I nodded, I shivered.

“And you saw the sunrise from the teap?”

“The teap?”

She arranged her hands.

“The peak.”

“Is that what it’s called. Peak. Like peek-a-boo?”

“I suppose.”

“So you were there for the sunrise? It was a beautiful moment for me. My mother is not religious. She is Palestinian and her family has been here since the beginning. She says they were Jews before the Jews now--do you understand?--before Mohammed.

“There is something that has been passed from mother to mother since then. It is small with very, very small writing in it. I don’t know what it is called in English. It will be mine.

“My father was from Russia. He is angry anyway. Together they worship no God. No one. So, I didn’t know any words but I made them.”

“I did, as well. I recited a poem and asked that the desert swallow me if it displeased Jehovah.”

“A poem? You make poems? Perhaps, you will make a poem about this.” Her smile, most ancient vessel, floated toward me, and her breath was as pink.

“Say the poem you made for God.”

“You know the Lord’s Prayer--”

“I don’t know.”

Our Father Who art is heaven hallowed be Thy name--?”

“No. What is this from?”

“It’s a Christian prayer. Christ says it in the Gospel of Matthew. I wrote--or recalled--the lost half.”

There was only our breathing and dripping upon the face of the water. Half in, half out, we became progenitors of a slender new species.

Our Mother who art in everyone, everything is thy name. Thy garden serene, thy waters green the earth as they blue the heavens. Thank you for our daily bread and the blessing that no one can be satisfied until everyone is fed--

“I’ll show you someplace,” her hair darker than the obscurity, expanding somehow as an unidentifiable object
of childhood. We emerged at the gate of a fallen tree. “This was their camp, where they waited for him and he waited
for them.”


“Yehoshua. The one you and your friends are searching for. Your prophet. ”

“How do you know?”

“We know. Maybe your friends would like to see this.”

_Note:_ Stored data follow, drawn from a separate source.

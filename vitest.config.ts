import { defineConfig } from 'vitest/config';

// Three projects: unit (pure code), api (supertest on createApp with a temp DATA_DIR),
// e2e (headless Chromium against a real server). `npm test` runs the first two.
export default defineConfig({
  test: {
    // Vitest's default is one worker fewer than the CPUs: one worker on CI's two cores. The API tests spend
    // much of their time waiting (bcrypt, sharp, child servers, sockets), so two workers use both cores.
    maxWorkers: 2,
    projects: [
      { test: { name: 'unit', include: ['tests/unit/**/*.test.ts'], environment: 'node' } },
      {
        test: {
          name: 'api',
          include: ['tests/api/**/*.test.ts'],
          environment: 'node',
          // With DATABASE_URL set, migrates one PostgreSQL template database for the run's test apps.
          globalSetup: ['tests/support/pg-template.ts'],
          // Each worker loads the app's modules once, not once per file (about two minutes of imports a run).
          // Every test file starts its own app (createApp) on its own database, so no state is shared; a test
          // that fakes timers or spies restores them in afterEach.
          isolate: false,
          testTimeout: 20_000,
          hookTimeout: 30_000,
        },
      },
      {
        test: {
          name: 'e2e',
          include: ['tests/e2e/**/*.test.ts'],
          environment: 'node',
          testTimeout: 60_000,
          hookTimeout: 120_000,
          fileParallelism: false,
        },
      },
    ],
  },
});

Her hair hesitated. I hesitated. Her hands were upon the trunk. I was behind her. She had not removed her bra. It was wet. It was flowering. We dipped beneath the branch to a chapel of fitted rocks and willows. Her hair was a curtain to be parted. It was rope. I clutched at her, then I was the horse. She was atop me hurrying us into eternity.

She became a vessel and carried us even closer.

“With no witness other than the story written forever upon us.”

“Say it again.”

“Forever upon us,” passed as a wafer to her tongue. I confessed into the dark chapel of her. The water was swallowing. She reached for something, my shirt, to cover her face; but I heard her call. It was Hebrew, the language of the old faith seeded in this hollow where Shoshana was quivering, rooting as the last and first.

I pulled everything away, the shirt, the bra. She pulled me back and pulled me back until there was no further. The chalice emptied. The chalice filled.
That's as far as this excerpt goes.